/---

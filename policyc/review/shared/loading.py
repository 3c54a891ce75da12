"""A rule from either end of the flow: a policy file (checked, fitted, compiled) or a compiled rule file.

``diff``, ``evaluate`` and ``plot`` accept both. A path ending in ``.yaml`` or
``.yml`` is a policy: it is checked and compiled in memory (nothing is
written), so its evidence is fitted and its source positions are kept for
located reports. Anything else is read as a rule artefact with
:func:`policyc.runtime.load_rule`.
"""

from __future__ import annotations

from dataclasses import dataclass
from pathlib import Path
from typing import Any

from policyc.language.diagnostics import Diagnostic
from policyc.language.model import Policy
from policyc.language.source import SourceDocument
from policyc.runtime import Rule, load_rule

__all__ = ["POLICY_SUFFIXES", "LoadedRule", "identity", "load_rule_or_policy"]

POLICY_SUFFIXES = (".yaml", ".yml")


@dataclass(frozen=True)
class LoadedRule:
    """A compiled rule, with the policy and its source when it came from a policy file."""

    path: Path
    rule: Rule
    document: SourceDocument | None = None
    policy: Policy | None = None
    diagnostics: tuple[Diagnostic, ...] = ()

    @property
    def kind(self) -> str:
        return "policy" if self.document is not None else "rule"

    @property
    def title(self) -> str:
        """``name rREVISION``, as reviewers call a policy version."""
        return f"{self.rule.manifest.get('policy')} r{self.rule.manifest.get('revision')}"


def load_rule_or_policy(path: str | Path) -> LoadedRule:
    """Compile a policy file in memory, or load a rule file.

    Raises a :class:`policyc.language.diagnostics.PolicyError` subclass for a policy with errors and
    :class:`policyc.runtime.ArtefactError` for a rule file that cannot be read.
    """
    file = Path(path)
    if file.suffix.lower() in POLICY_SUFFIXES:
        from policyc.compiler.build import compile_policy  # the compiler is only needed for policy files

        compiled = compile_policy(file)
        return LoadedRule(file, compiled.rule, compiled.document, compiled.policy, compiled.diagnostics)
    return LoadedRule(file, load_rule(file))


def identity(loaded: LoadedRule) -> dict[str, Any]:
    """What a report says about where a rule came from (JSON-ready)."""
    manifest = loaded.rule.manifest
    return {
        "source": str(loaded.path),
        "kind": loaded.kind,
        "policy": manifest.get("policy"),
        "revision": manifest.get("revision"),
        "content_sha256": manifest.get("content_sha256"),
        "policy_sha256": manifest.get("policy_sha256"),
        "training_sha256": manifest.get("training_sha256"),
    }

\---
/---

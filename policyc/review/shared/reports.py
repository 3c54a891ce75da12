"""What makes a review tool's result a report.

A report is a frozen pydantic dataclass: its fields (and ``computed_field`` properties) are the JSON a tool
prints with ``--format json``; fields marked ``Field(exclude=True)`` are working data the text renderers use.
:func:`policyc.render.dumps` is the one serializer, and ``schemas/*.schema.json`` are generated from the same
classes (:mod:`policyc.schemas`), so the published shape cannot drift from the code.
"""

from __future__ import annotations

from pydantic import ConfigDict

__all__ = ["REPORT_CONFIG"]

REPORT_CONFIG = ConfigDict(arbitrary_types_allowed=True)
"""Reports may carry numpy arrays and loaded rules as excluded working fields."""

\---

▸ **WHAT IS EXPECTED**: If a line of the data holds the string "yaml", count it. Then state the total and nothing more.

▸ **RESPONSE AREA**: 2